Your task is to copy every entry exactly.

Material for this exercise >>
⁂

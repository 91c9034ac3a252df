"""Batch audit: many boards from a TOML manifest, audited on a pool of worker processes, with one
combined JSON report, Markdown summary and CSV, streamed board by board.

Each worker audits one board and writes that board's outputs to a temporary folder; the parent
only stitches the pieces together in manifest order, so its memory holds one board's summary at
a time and the combined report is byte-identical whichever worker finished first.
"""

from __future__ import annotations

import dataclasses
import tempfile
from collections.abc import Callable, Iterator
from pathlib import Path

from bomcheck.errors import BomcheckError, InputError
from bomcheck.frozen import frozen
from bomcheck.parse.importer import ImportOptions
from bomcheck.pipeline.audit import run_audit
from bomcheck.read.reader import read_toml
from bomcheck.report.model import worst_status

WORKERS = 2  # the machines this runs on have two cores or more
BOARD_KEYS = ("product", "bom", "design", "parts", "rules", "waivers", "design_sheet", "sheet")
BATCH_OUTPUTS = ("json", "markdown", "csv")  # what a batch run can write


@frozen
class Board:
    """One board of a manifest: its product name, input files and own options."""

    product: str
    bom: str
    design: str | None = None
    parts: str | None = None
    rules: tuple[str, ...] = ()
    waivers: str | None = None
    design_sheet: str | None = None
    sheet: str | int | None = None


@frozen
class BoardResult:
    """What a worker hands back: the board's status and totals, and its output pieces."""

    product: str
    status: str
    totals: dict
    inputs: tuple[dict, ...]
    pieces: dict  # output kind -> path of this board's piece


def _problem(manifest: str, where: str, problem: str, expected: str) -> InputError:
    return InputError(f"{where}: {problem}", path=manifest, expected=expected)


def _board(manifest: str, base: Path, i: int, entry, defaults: dict) -> Board:
    """The ``i``-th ``[[board]]`` table, its paths taken relative to the manifest's folder."""
    where = f"board {i + 1}"
    if not isinstance(entry, dict):
        raise _problem(manifest, where, "not a table", "[[board]] tables")
    unknown = sorted(set(entry) - set(BOARD_KEYS))
    if unknown:
        raise _problem(manifest, where, f"unknown key {unknown[0]!r}", ", ".join(BOARD_KEYS))
    values = {**defaults, **entry}
    for key in ("product", "bom"):
        if not isinstance(values.get(key), str) or not values[key].strip():
            raise _problem(manifest, where, f"'{key}' is missing", f"{key} = \"...\" (text)")
    for key in ("design", "parts", "waivers", "design_sheet"):
        if values.get(key) is not None and not isinstance(values[key], str):
            raise _problem(manifest, f"{where} ({values['product']})", f"'{key}' is not text",
                           f"{key} = \"...\"")
    rules = values.get("rules", ())
    rules = (rules,) if isinstance(rules, str) else rules
    if not isinstance(rules, (list, tuple)) or not all(isinstance(r, str) for r in rules):
        raise _problem(manifest, f"{where} ({values['product']})", "'rules' is not a list of "
                       "names or paths", 'rules = ["industrial"]')

    def path(key: str) -> str | None:
        value = values.get(key)
        return None if value is None else str(base / value)

    return Board(product=values["product"].strip(), bom=path("bom"), design=path("design"),
                 parts=path("parts"), waivers=path("waivers"),
                 rules=tuple(r if r.isidentifier() else str(base / r) for r in rules),
                 design_sheet=values.get("design_sheet"), sheet=values.get("sheet"))


def read_manifest(path: str) -> tuple[Board, ...]:
    """The boards of a TOML manifest: ``[[board]]`` tables (product, bom, and optional design,
    parts, rules, waivers, design_sheet, sheet); top-level keys of the same names are defaults
    for every board."""
    data, _ = read_toml(path, "manifest")
    boards = data.pop("board", None)
    if not isinstance(boards, list) or not boards:
        raise InputError("the manifest lists no boards", path=path,
                         expected='[[board]] tables with product = "..." and bom = "..."')
    unknown = sorted(set(data) - set(BOARD_KEYS) - {"product", "bom"})
    if unknown or "product" in data or "bom" in data:
        raise InputError(f"unknown top-level key {(unknown or ['product'])[0]!r}", path=path,
                         expected="[[board]] tables, and defaults among " + ", ".join(
                             k for k in BOARD_KEYS if k not in ("product", "bom")))
    base = Path(path).parent
    out = tuple(_board(path, base, i, entry, data) for i, entry in enumerate(boards))
    seen: set[str] = set()
    for board in out:
        if board.product in seen:
            raise InputError(f"product {board.product!r} is listed twice", path=path,
                             expected="one [[board]] per product")
        seen.add(board.product)
    return out


def _options(board: Board, base):
    """The board's audit options: its own where given, else the batch's (``base``)."""
    imports = base.import_options or ImportOptions()
    if board.sheet is not None:
        imports = dataclasses.replace(imports, sheet=board.sheet)
    return dataclasses.replace(base, rules=board.rules or base.rules, import_options=imports,
                               design_sheet=board.design_sheet, parts=board.parts,
                               waivers=board.waivers)


# A renderer of one board's piece of a combined output: (kind, report, product) -> text chunks.
# The caller passes it (bomcheck.render.batch_out.board_piece): the pipeline renders nothing.
Piece = Callable[[str, object, str], Iterator[str]]


def audit_board(board: Board, base, kinds: tuple[str, ...], folder: str, index: int,
                piece: Piece):
    """Audit one board and write its output pieces into ``folder`` (run in a worker). Returns a
    ``BoardResult``, or the error text of a ``BomcheckError`` (errors cross processes as text)."""
    try:
        report = run_audit(board.bom, board.design, _options(board, base))
    except BomcheckError as exc:
        return f"board {board.product!r}: {exc}"
    pieces = {}
    for kind in kinds:
        target = Path(folder) / f"{index:05d}.{kind}"
        with target.open("w", encoding="utf-8", newline="") as f:
            f.writelines(piece(kind, report, board.product))
        pieces[kind] = str(target)
    return BoardResult(board.product, report.status, dict(report.totals), tuple(report.inputs),
                       pieces)


def run_batch(boards: tuple[Board, ...], base, kinds: tuple[str, ...], folder: str,
              piece: Piece, workers: int = WORKERS) -> tuple[BoardResult, ...]:
    """Audit every board (``workers`` processes; in this process for one board) and write each
    board's pieces of the outputs ``kinds`` (rendered by ``piece``) into ``folder``. The first board whose inputs are
    unusable stops the batch with an ``InputError`` naming the board and the file."""
    jobs = [(b, base, kinds, folder, i, piece) for i, b in enumerate(boards)]
    if workers <= 1 or len(boards) == 1:
        results = [audit_board(*job) for job in jobs]
    else:
        from concurrent.futures import ProcessPoolExecutor  # multiprocessing: only for a pool

        with ProcessPoolExecutor(max_workers=min(workers, len(boards))) as pool:
            results = list(pool.map(audit_board, *zip(*jobs)))
    for r in results:
        if isinstance(r, str):
            raise InputError(r)
    return tuple(results)


def worst(results: tuple[BoardResult, ...]) -> str:
    """The worst status of the boards."""
    return worst_status(r.status for r in results)


def temporary_folder() -> tempfile.TemporaryDirectory:
    """Where the workers put their pieces; removed with everything in it when closed."""
    return tempfile.TemporaryDirectory(prefix="bomcheck-batch-")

⁂

Written response >>
repository 91c9034ac3a252df
"""Batch audit: many boards from a TOML manifest, audited on a pool of worker processes, with one
combined JSON report, Markdown summary and CSV, streamed board by board.

Each worker audits one board and writes that board's outputs to a temporary folder; the parent
only stitches the pieces together in manifest order, so its memory holds one board's summary at
a time and the combined report is byte-identical whichever worker finished first.
"""

from __future__ import annotations

import dataclasses
import tempfile
from collections.abc import Callable, Iterator
from pathlib import Path

from bomcheck.errors import BomcheckError, InputError
from bomcheck.frozen import frozen
from bomcheck.parse.importer import ImportOptions
from bomcheck.pipeline.audit import run_audit
from bomcheck.read.reader import read_toml
from bomcheck.report.model import worst_status

WORKERS = 2  # the machines this runs on have two cores or more
BOARD_KEYS = ("product", "bom", "design", "parts", "rules", "waivers", "design_sheet", "sheet")
BATCH_OUTPUTS = ("json", "markdown", "csv")  # what a batch run can write


@frozen
class Board:
    """One board of a manifest: its product name, input files and own options."""

    product: str
    bom: str
    design: str | None = None
    parts: str | None = None
    rules: tuple[str, ...] = ()
    waivers: str | None = None
    design_sheet: str | None = None
    sheet: str | int | None = None


@frozen
class BoardResult:
    """What a worker hands back: the board's status and totals, and its output pieces."""

    product: str
    status: str
    totals: dict
    inputs: tuple[dict, ...]
    pieces: dict  # output kind -> path of this board's piece


def _problem(manifest: str, where: str, problem: str, expected: str) -> InputError:
    return InputError(f"{where}: {problem}", path=manifest, expected=expected)


def _board(manifest: str, base: Path, i: int, entry, defaults: dict) -> Board:
    """The ``i``-th ``[[board]]`` table, its paths taken relative to the manifest's folder."""
    where = f"board {i + 1}"
    if not isinstance(entry, dict):
        raise _problem(manifest, where, "not a table", "[[board]] tables")
    unknown = sorted(set(entry) - set(BOARD_KEYS))
    if unknown:
        raise _problem(manifest, where, f"unknown key {unknown[0]!r}", ", ".join(BOARD_KEYS))
    values = {**defaults, **entry}
    for key in ("product", "bom"):
        if not isinstance(values.get(key), str) or not values[key].strip():
            raise _problem(manifest, where, f"'{key}' is missing", f"{key} = \"...\" (text)")
    for key in ("design", "parts", "waivers", "design_sheet"):
        if values.get(key) is not None and not isinstance(values[key], str):
            raise _problem(manifest, f"{where} ({values['product']})", f"'{key}' is not text",
                           f"{key} = \"...\"")
    rules = values.get("rules", ())
    rules = (rules,) if isinstance(rules, str) else rules
    if not isinstance(rules, (list, tuple)) or not all(isinstance(r, str) for r in rules):
        raise _problem(manifest, f"{where} ({values['product']})", "'rules' is not a list of "
                       "names or paths", 'rules = ["industrial"]')

    def path(key: str) -> str | None:
        value = values.get(key)
        return None if value is None else str(base / value)

    return Board(product=values["product"].strip(), bom=path("bom"), design=path("design"),
                 parts=path("parts"), waivers=path("waivers"),
                 rules=tuple(r if r.isidentifier() else str(base / r) for r in rules),
                 design_sheet=values.get("design_sheet"), sheet=values.get("sheet"))


def read_manifest(path: str) -> tuple[Board, ...]:
    """The boards of a TOML manifest: ``[[board]]`` tables (product, bom, and optional design,
    parts, rules, waivers, design_sheet, sheet); top-level keys of the same names are defaults
    for every board."""
    data, _ = read_toml(path, "manifest")
    boards = data.pop("board", None)
    if not isinstance(boards, list) or not boards:
        raise InputError("the manifest lists no boards", path=path,
                         expected='[[board]] tables with product = "..." and bom = "..."')
    unknown = sorted(set(data) - set(BOARD_KEYS) - {"product", "bom"})
    if unknown or "product" in data or "bom" in data:
        raise InputError(f"unknown top-level key {(unknown or ['product'])[0]!r}", path=path,
                         expected="[[board]] tables, and defaults among " + ", ".join(
                             k for k in BOARD_KEYS if k not in ("product", "bom")))
    base = Path(path).parent
    out = tuple(_board(path, base, i, entry, data) for i, entry in enumerate(boards))
    seen: set[str] = set()
    for board in out:
        if board.product in seen:
            raise InputError(f"product {board.product!r} is listed twice", path=path,
                             expected="one [[board]] per product")
        seen.add(board.product)
    return out


def _options(board: Board, base):
    """The board's audit options: its own where given, else the batch's (``base``)."""
    imports = base.import_options or ImportOptions()
    if board.sheet is not None:
        imports = dataclasses.replace(imports, sheet=board.sheet)
    return dataclasses.replace(base, rules=board.rules or base.rules, import_options=imports,
                               design_sheet=board.design_sheet, parts=board.parts,
                               waivers=board.waivers)


# A renderer of one board's piece of a combined output: (kind, report, product) -> text chunks.
# The caller passes it (bomcheck.render.batch_out.board_piece): the pipeline renders nothing.
Piece = Callable[[str, object, str], Iterator[str]]


def audit_board(board: Board, base, kinds: tuple[str, ...], folder: str, index: int,
                piece: Piece):
    """Audit one board and write its output pieces into ``folder`` (run in a worker). Returns a
    ``BoardResult``, or the error text of a ``BomcheckError`` (errors cross processes as text)."""
    try:
        report = run_audit(board.bom, board.design, _options(board, base))
    except BomcheckError as exc:
        return f"board {board.product!r}: {exc}"
    pieces = {}
    for kind in kinds:
        target = Path(folder) / f"{index:05d}.{kind}"
        with target.open("w", encoding="utf-8", newline="") as f:
            f.writelines(piece(kind, report, board.product))
        pieces[kind] = str(target)
    return BoardResult(board.product, report.status, dict(report.totals), tuple(report.inputs),
                       pieces)


def run_batch(boards: tuple[Board, ...], base, kinds: tuple[str, ...], folder: str,
              piece: Piece, workers: int = WORKERS) -> tuple[BoardResult, ...]:
    """Audit every board (``workers`` processes; in this process for one board) and write each
    board's pieces of the outputs ``kinds`` (rendered by ``piece``) into ``folder``. The first board whose inputs are
    unusable stops the batch with an ``InputError`` naming the board and the file."""
    jobs = [(b, base, kinds, folder, i, piece) for i, b in enumerate(boards)]
    if workers <= 1 or len(boards) == 1:
        results = [audit_board(*job) for job in jobs]
    else:
        from concurrent.futures import ProcessPoolExecutor  # multiprocessing: only for a pool

        with ProcessPoolExecutor(max_workers=min(workers, len(boards))) as pool:
            results = list(pool.map(audit_board, *zip(*jobs)))
    for r in results:
        if isinstance(r, str):
            raise InputError(r)
    return tuple(results)


def worst(results: tuple[BoardResult, ...]) -> str:
    """The worst status of the boards."""
    return worst_status(r.status for r in results)


def temporary_folder() -> tempfile.TemporaryDirectory:
    """Where the workers put their pieces; removed with everything in it when closed."""
    return tempfile.TemporaryDirectory(prefix="bomcheck-batch-")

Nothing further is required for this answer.